The state is considering working with educators to develop new measures of student learning, including designing capstone, project-based assessments in areas like "science or civic and cultural awareness and civic readiness," where students might have to do a research project and defend a thesis either in writing or orally, the plan said.
2. Changes to testing and evaluation for students with special needs and English Language Learners.
Besides eliminating a day of testing for both the state’s math and English exams, the state is seeking a waiver from the federal government for students with certain special needs to take exams for lower grade levels.
The state is also seeking a waiver for schools with newly arrived English Language Learners to delay their evaluations on those students’ English proficiency from two years after arriving to four years.
On last year’s English tests, only 4.4 percent of English Language Learners passed the exam and 9.3 percent of students with special needs passed. For math, 11.3 percent of students with special needs passed, while 14.7 percent of ELLs passed.
State tests, however, aren’t going away, and some worry that the changes might water down high expectations for students, while others say the changes still don’t go far enough in their over-reliance using test scores to evaluate schools.
Education activist and public school parent Kemala Karmen, who is with the grassroots NYC Opt Out group, had a seat at the table on the plan’s creation through serving on the Standards and Assessments work group of the state’s ESSA “Think Tank.”
But Karmen — whose child went to Carroll Gardens' Brooklyn New School, the city's epicenter of opting out — felt that many concerns of parents of how testing was reshaping what goes on in classrooms were not heeded when it came to testing overall.
“There was the possibility of the state to come up with something innovative and different — not radically different, but substantially different — from No Child Left Behind,” Karmen said. “New York just blew it.”
For instance, she said that she had consulted with ELL teachers, who said it takes five to seven years for language acquisition, so the four years wasn’t long enough.
Meanwhile the Education Trust-New York, an education and civil rights group, had concerns about whether the plan ensured that schools were meeting expectations for all students.

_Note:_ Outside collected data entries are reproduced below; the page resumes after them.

//! Driver for a bridge (load-cell) 24-bit sigma-delta ADC over an embedded-hal 1.0 [`SpiDevice`].
//!
//! # Frame format
//!
//! This is our own description of a generic multi-channel bridge ADC, not any vendor's part; a
//! board with a real part maps that part's frame onto [`read`](BridgeAdc::read) and keeps the
//! rest of the application unchanged.
//!
//! One SPI transaction per reading, SPI mode 1 (CPOL = 0, CPHA = 1), MSB first:
//!
//! | direction | bytes | content |
//! |---|---|---|
//! | controller → ADC | 2 | [`CMD_READ`] (`0x5C`), channel number `0..=3` |
//! | ADC → controller | 5 | status, data\[23:16\], data\[15:8\], data\[7:0\], CRC-8 |
//!
//! Status byte:
//!
//! | bit | name | meaning |
//! |---|---|---|
//! | 7 | `RDY` | a new conversion is available since this channel was last read |
//! | 6 | `OVR` | the bridge input is over range; the data is clamped at full scale |
//! | 5 | `REF` | the bridge excitation (reference) is missing; the data is meaningless |
//! | 4..=2 | — | reserved, always 0 (a 1 means the frame is corrupt or the part is not ours) |
//! | 1..=0 | `CH` | echo of the channel that was converted |
//!
//! The data is the conversion result in signed 24-bit two's complement (−8 388 608 ..= 8 388 607
//! counts). The last byte is CRC-8/SMBUS (polynomial 0x07, initial value 0, not reflected, no
//! final XOR; check value 0xF4) over the status and the three data bytes.
//!
//! # Checks, in order
//!
//! A frame is rejected with a typed [`AdcError`] when its CRC does not match (nothing in it can
//! be trusted), when a reserved bit is set, when the channel echo differs from the channel asked
//! for, then when the part reports a missing reference, an overrange, or no new conversion.
//!
//! ```
//! use clampwise_firmware_example::adc::{encode_frame, BridgeAdc, Channel, Status, CMD_READ};
//! use embedded_hal_mock::eh1::spi::{Mock, Transaction};
//!
//! let ch = Channel::new(1).unwrap();
//! let frame = encode_frame(Status::READY, ch, -1234);
//! let spi = Mock::new(&[
//!     Transaction::transaction_start(),
//!     Transaction::write_vec(vec![CMD_READ, 1]),
//!     Transaction::read_vec(frame.to_vec()),
//!     Transaction::transaction_end(),
//! ]);
//! let mut adc = BridgeAdc::new(spi);
//! assert_eq!(adc.read(ch), Ok(-1234));
//! adc.release().done();
//! ```

use core::fmt;

use embedded_hal::spi::{Operation, SpiDevice};

/// Command byte that starts a conversion read.
pub const CMD_READ: u8 = 0x5C;
/// Length of the ADC's response frame in bytes.
pub const FRAME_LEN: usize = 5;
/// Number of input channels of the ADC.
pub const ADC_CHANNELS: u8 = 4;
/// Largest conversion result (positive full scale), counts.
pub const FULL_SCALE: i32 = (1 << 23) - 1;
/// Smallest conversion result (negative full scale), counts.
pub const NEGATIVE_FULL_SCALE: i32 = -(1 << 23);

const STATUS_RESERVED_MASK: u8 = 0b0001_1100;
const STATUS_CHANNEL_MASK: u8 = 0b0000_0011;

/// CRC-8/SMBUS without a lookup table: frames are four bytes, so the bitwise form costs little
/// time and saves 256 bytes of flash.
const FRAME_CRC: crc::Crc<u8, crc::NoTable> = crc::Crc::<u8, crc::NoTable>::new(&crc::CRC_8_SMBUS);

bitflags::bitflags! {
    /// The condition bits of the status byte (bits 7..=5; the channel echo is separate).
    #[derive(Clone, Copy, Debug, PartialEq, Eq)]
    pub struct Status: u8 {
        /// A new conversion is available.
        const READY = 0b1000_0000;
        /// The input is over range; the data is clamped at full scale.
        const OVERRANGE = 0b0100_0000;
        /// The bridge excitation is missing.
        const REFERENCE_MISSING = 0b0010_0000;
    }
}

/// An ADC input channel, `0..=3`.
#[derive(Clone, Copy, Debug, PartialEq, Eq)]
pub struct Channel(u8);

impl Channel {
    /// The channel numbered `n`, or `None` when `n` is 4 or more.
    ///
    /// ```
    /// use clampwise_firmware_example::adc::Channel;
    /// assert_eq!(Channel::new(3).map(|c| c.number()), Some(3));
    /// assert!(Channel::new(4).is_none());
    /// ```
    pub const fn new(n: u8) -> Option<Self> {
        if n < ADC_CHANNELS {
            Some(Self(n))
        } else {
            None
        }
    }

    /// The channel number, `0..=3`.
    pub const fn number(self) -> u8 {
        self.0
    }
}

/// What went wrong with a reading, without the bus error's payload: small and `Copy`, so the
/// application can hand it to the processing step and count it.
#[derive(Clone, Copy, Debug, PartialEq, Eq)]
#[non_exhaustive]
pub enum AdcFault {
    /// The SPI transaction itself failed.
    Bus,
    /// The frame's CRC did not match.
    Crc,
    /// A reserved status bit was set.
    ReservedBits,
    /// The channel echo differed from the channel asked for.
    ChannelMismatch,
    /// The bridge excitation is missing.
    ReferenceMissing,
    /// The input is over range.
    Overrange,
    /// No new conversion since the last read.
    NotReady,
}

impl AdcFault {
    /// Every fault, in declaration order (for per-kind counters).
    pub const ALL: [Self; 7] = [
        Self::Bus,
        Self::Crc,
        Self::ReservedBits,
        Self::ChannelMismatch,
        Self::ReferenceMissing,
        Self::Overrange,
        Self::NotReady,
    ];

    /// Position of this fault in [`AdcFault::ALL`].
    pub const fn index(self) -> usize {
        match self {
            Self::Bus => 0,
            Self::Crc => 1,
            Self::ReservedBits => 2,
            Self::ChannelMismatch => 3,
            Self::ReferenceMissing => 4,
            Self::Overrange => 5,
            Self::NotReady => 6,
        }
    }
}

/// A failed reading. `E` is the SPI device's error type.
#[derive(Clone, Copy, Debug, PartialEq, Eq)]
#[non_exhaustive]
pub enum AdcError<E> {
    /// The SPI transaction failed.
    Bus(E),
    /// The frame's CRC-8 did not match its content.
    Crc {
        /// CRC computed over the received status and data bytes.
        computed: u8,
        /// CRC byte received.
        received: u8,
    },
    /// A reserved status bit (4..=2) was set.
    ReservedBits {
        /// The status byte received.
        status: u8,
    },
    /// The ADC converted another channel than the one asked for.
    ChannelMismatch {
        /// Channel asked for.
        requested: u8,
        /// Channel echoed in the status byte.
        echoed: u8,
    },
    /// The bridge excitation is missing; the data is meaningless.
    ReferenceMissing,
    /// The input is over range; the data is clamped at full scale.
    Overrange {
        /// The clamped conversion result, counts.
        counts: i32,
    },
    /// No new conversion since the channel was last read.
    NotReady,
}

impl<E> AdcError<E> {
    /// The kind of fault, without the bus error's payload.
    pub const fn kind(&self) -> AdcFault {
        match self {
            Self::Bus(_) => AdcFault::Bus,
            Self::Crc { .. } => AdcFault::Crc,
            Self::ReservedBits { .. } => AdcFault::ReservedBits,
            Self::ChannelMismatch { .. } => AdcFault::ChannelMismatch,
            Self::ReferenceMissing => AdcFault::ReferenceMissing,
            Self::Overrange { .. } => AdcFault::Overrange,
            Self::NotReady => AdcFault::NotReady,
        }
    }
}

impl<E: fmt::Debug> fmt::Display for AdcError<E> {
    fn fmt(&self, f: &mut fmt::Formatter<'_>) -> fmt::Result {
        match self {
            Self::Bus(e) => write!(f, "bridge ADC: SPI transaction failed: {e:?}"),
            Self::Crc { computed, received } => write!(
                f,
                "bridge ADC: frame CRC 0x{received:02x} does not match computed 0x{computed:02x}"
            ),
            Self::ReservedBits { status } => {
                write!(
                    f,
                    "bridge ADC: reserved bits set in status byte 0x{status:02x}"
                )
            }
            Self::ChannelMismatch { requested, echoed } => write!(
                f,
                "bridge ADC: asked for channel {requested}, frame is from channel {echoed}"
            ),
            Self::ReferenceMissing => write!(f, "bridge ADC: bridge excitation missing"),
            Self::Overrange { counts } => {
                write!(
                    f,
                    "bridge ADC: input over range (clamped at {counts} counts)"
                )
            }
            Self::NotReady => write!(f, "bridge ADC: no new conversion since the last read"),
        }
    }
}

impl<E: fmt::Debug> core::error::Error for AdcError<E> {}

/// CRC-8/SMBUS of `bytes` (the frame's checksum).
///
/// ```
/// use clampwise_firmware_example::adc::frame_crc;
/// assert_eq!(frame_crc(b"123456789"), 0xF4); // the catalogued check value
/// ```
pub const fn frame_crc(bytes: &[u8]) -> u8 {
    FRAME_CRC.checksum(bytes)
}

/// Build the ADC's response frame for `counts` (clamped to the 24-bit range) on `channel`.
/// Used by the HAL stub, which plays the part of the ADC, and by tests.
///
/// ```
/// use clampwise_firmware_example::adc::{decode_frame, encode_frame, Channel, Status};
/// let ch = Channel::new(0).unwrap();
/// let frame = encode_frame(Status::READY, ch, 8_000_000);
/// assert_eq!(decode_frame::<()>(ch, &frame), Ok(8_000_000));
/// ```
pub fn encode_frame(status: Status, channel: Channel, counts: i32) -> [u8; FRAME_LEN] {
    let clamped = counts.clamp(NEGATIVE_FULL_SCALE, FULL_SCALE);
    let [_, d2, d1, d0] = clamped.to_be_bytes();
    let head = [status.bits() | channel.number(), d2, d1, d0];
    let [s, d2, d1, d0] = head;
    [s, d2, d1, d0, frame_crc(&head)]
}

/// Check and decode a response frame for `channel`: the conversion result in counts.
///
/// # Errors
/// As listed in the [module docs](self), in that order; never [`AdcError::Bus`] (the error
/// type `E` is the caller's bus error type, left free).
pub fn decode_frame<E>(channel: Channel, frame: &[u8; FRAME_LEN]) -> Result<i32, AdcError<E>> {
    let [status, d2, d1, d0, received] = *frame;
    let computed = frame_crc(&[status, d2, d1, d0]);
    if computed != received {
        return Err(AdcError::Crc { computed, received });
    }
    if status & STATUS_RESERVED_MASK != 0 {
        return Err(AdcError::ReservedBits { status });
    }
    let echoed = status & STATUS_CHANNEL_MASK;
    if echoed != channel.number() {
        return Err(AdcError::ChannelMismatch {
            requested: channel.number(),
            echoed,
        });
    }
    // Place the 24 bits at the top of an i32 and shift back arithmetically to sign-extend.
    let counts = i32::from_be_bytes([d2, d1, d0, 0]) >> 8;
    let flags = Status::from_bits_truncate(status);
    if flags.contains(Status::REFERENCE_MISSING) {
        return Err(AdcError::ReferenceMissing);
    }
    if flags.contains(Status::OVERRANGE) {
        return Err(AdcError::Overrange { counts });
    }
    if !flags.contains(Status::READY) {
        return Err(AdcError::NotReady);
    }
    Ok(counts)
}

/// The bridge ADC on an SPI device (the device owns chip select).
#[derive(Debug)]
pub struct BridgeAdc<SPI> {
    spi: SPI,
}

impl<SPI: SpiDevice> BridgeAdc<SPI> {
    /// Wrap an SPI device. No bus traffic.
    pub const fn new(spi: SPI) -> Self {
        Self { spi }
    }

    /// Read the latest conversion of `channel`, in counts (signed 24-bit).
    ///
    /// One SPI transaction: write [`CMD_READ`] and the channel, read the 5-byte frame.
    ///
    /// # Errors
    /// [`AdcError::Bus`] when the transaction fails, otherwise as [`decode_frame`].
    pub fn read(&mut self, channel: Channel) -> Result<i32, AdcError<SPI::Error>> {
        let request = [CMD_READ, channel.number()];
        let mut frame = [0u8; FRAME_LEN];
        self.spi
            .transaction(&mut [Operation::Write(&request), Operation::Read(&mut frame)])
            .map_err(AdcError::Bus)?;
        decode_frame(channel, &frame)
    }

    /// Give the SPI device back.
    pub fn release(self) -> SPI {
        self.spi
    }
}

“It will be critical to continue building on and strengthening that framework to ensure transparency for parents, maintain high expectations for all groups of students and address underperforming schools with urgency and support,” Ian Rosenblum, executive director of The Education Trust–New York said in a  statement.

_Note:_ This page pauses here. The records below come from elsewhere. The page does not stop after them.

//! The device configuration file (TOML): schema, loading and validation with located errors.
//!
//! Every key carries its SI unit in its name (`outer_radius_m`, `sample_period_s`,
//! `rotor_heat_capacity_j_per_k`); unknown keys are rejected (`deny_unknown_fields`). A problem
//! is reported as `file:line:column: key: message`, with the line and column of the offending
//! value taken from the TOML parser's spans. Validation collects every problem it finds, not
//! only the first. The documented example is `sim/configs/demo-hoist-brake.toml`.
//!
//! ```
//! use clampwise_device::config::LoadedConfig;
//! let src = clampwise_device::DEMO_CONFIG;
//! let cfg = LoadedConfig::from_str(src, "demo.toml").unwrap();
//! assert_eq!(cfg.config.sensors.len(), 3);
//!
//! let bad = src.replace("outer_radius_m", "outer_radius_mm");
//! let err = LoadedConfig::from_str(&bad, "bad.toml").unwrap_err().to_string();
//! assert!(err.contains("outer_radius_mm"), "{err}");
//! ```

use std::fmt;
use std::path::Path;

use serde::Deserialize;

use crate::column_units::{self, Quantity};

/// Largest μ table axis (temperature or slip-speed breakpoints), see [`crate::build_core`].
pub const MU_MAX_POINTS: usize = crate::build_core::MU_POINTS;
/// Largest number of force breakpoints of the friction-radius table.
pub const RADIUS_MAX_FORCE_POINTS: usize = crate::build_core::RADIUS_FORCE_POINTS;
/// Largest number of clamp-force channels.
pub const MAX_SENSORS: usize = 4;

/// A whole device: geometry, friction, thermal, wear, sensors, adaptation, limits, trace layout.
#[derive(Debug, Clone, Deserialize)]
#[cfg_attr(any(test, feature = "schema"), derive(schemars::JsonSchema))]
#[serde(deny_unknown_fields)]
pub struct DeviceConfig {
    /// Name, kind and sample period.
    pub device: Device,
    /// Contact geometry.
    pub contact: Contact,
    /// μ table, static ratio, stick threshold, drag.
    pub friction: Friction,
    /// Lumped thermal model.
    pub thermal: Thermal,
    /// Bedding and lining wear.
    pub wear: Wear,
    /// One `[[sensor]]` table per clamp-force channel (1–4).
    #[serde(rename = "sensor")]
    pub sensors: Vec<Sensor>,
    /// How the channels are combined.
    pub sensing: Sensing,
    /// Actuator command → clamp force fallback (optional).
    pub actuator: Option<Actuator>,
    /// Online μ correction.
    pub adaptation: Adaptation,
    /// Operating envelope.
    pub limits: Limits,
    /// How tolerances combine into the ± uncertainty.
    pub uncertainty: Uncertainty,
    /// Breakpoints of the friction-radius table r_e(F, bedding).
    pub radius_table: RadiusTableSpec,
    /// CSV column mapping; canonical names when absent.
    #[serde(default)]
    pub trace: TraceSpec,
}

/// `[device]`.
#[derive(Debug, Clone, Deserialize)]
#[cfg_attr(any(test, feature = "schema"), derive(schemars::JsonSchema))]
#[serde(deny_unknown_fields)]
pub struct Device {
    /// Free text shown in summaries.
    pub name: String,
    /// Brake (stationary output) or clutch (two rotating members).
    pub kind: DeviceKind,
    /// Control-cycle period, s (0 < period ≤ 1).
    #[cfg_attr(any(test, feature = "schema"), schemars(range(min = 1e-6, max = 1.0)))]
    pub sample_period_s: f64,
    /// The thermal and wear models advance every this many samples (1, 2, 4, 8, 16 or 32),
    /// with the energy of all of them; 1 (the default) advances them every sample.
    #[serde(default = "one_sample")]
    #[cfg_attr(any(test, feature = "schema"), schemars(extend("enum" = [1, 2, 4, 8, 16, 32])))]
    pub thermal_wear_every: u8,
}

fn one_sample() -> u8 {
    1
}

/// Brake or clutch.
#[derive(Debug, Clone, Copy, PartialEq, Eq, Deserialize)]
#[cfg_attr(any(test, feature = "schema"), derive(schemars::JsonSchema))]
#[serde(rename_all = "snake_case")]
pub enum DeviceKind {
    /// Output member stationary: slip speed = input speed.
    Brake,
    /// Both members rotate: slip speed = input − output.
    Clutch,
}

/// Contact shape.
#[derive(Debug, Clone, Copy, PartialEq, Eq, Deserialize)]
#[cfg_attr(any(test, feature = "schema"), derive(schemars::JsonSchema))]
#[serde(rename_all = "snake_case")]
pub enum Shape {
    /// Full annulus, `inner_radius_m`..`outer_radius_m`.
    Annulus,
    /// Annular sector pad, radii plus `sector_angle_deg`.
    Sector,
    /// Circular pad of `pad_radius_m` centred at `pad_centre_radius_m`.
    Button,
    /// Flat pad outline `vertices_m` ([x, y] in m, disc axis at the origin).
    Polygon,
    /// Cone, radii plus `half_angle_deg`.
    Cone,
}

3. Schools will have “data dashboards” for parents and others to see how — and why — they perform in certain ways.
To provide more transparency on schools, the state wants them to have “data dashboards” that would include more than just state test scores.
The new plan also focuses a lot on chronic absenteeism, noting that students who have missed more than 18 days, or 10 percent of the school year, have much lower rates of academic success.
In striving to address equity issues, the state hopes to include out-of-school suspension rates, along with other school measures like access to art and technology classes, access to highly effective teachers and students’ physical health and well-being.
The state will also regularly publish data on school climate, teacher turnover rates, parent involvement, class size and per student funding.
The goal of looking at the various measures, according to the plan, is to use these indicators to diagnose school needs and better track progress.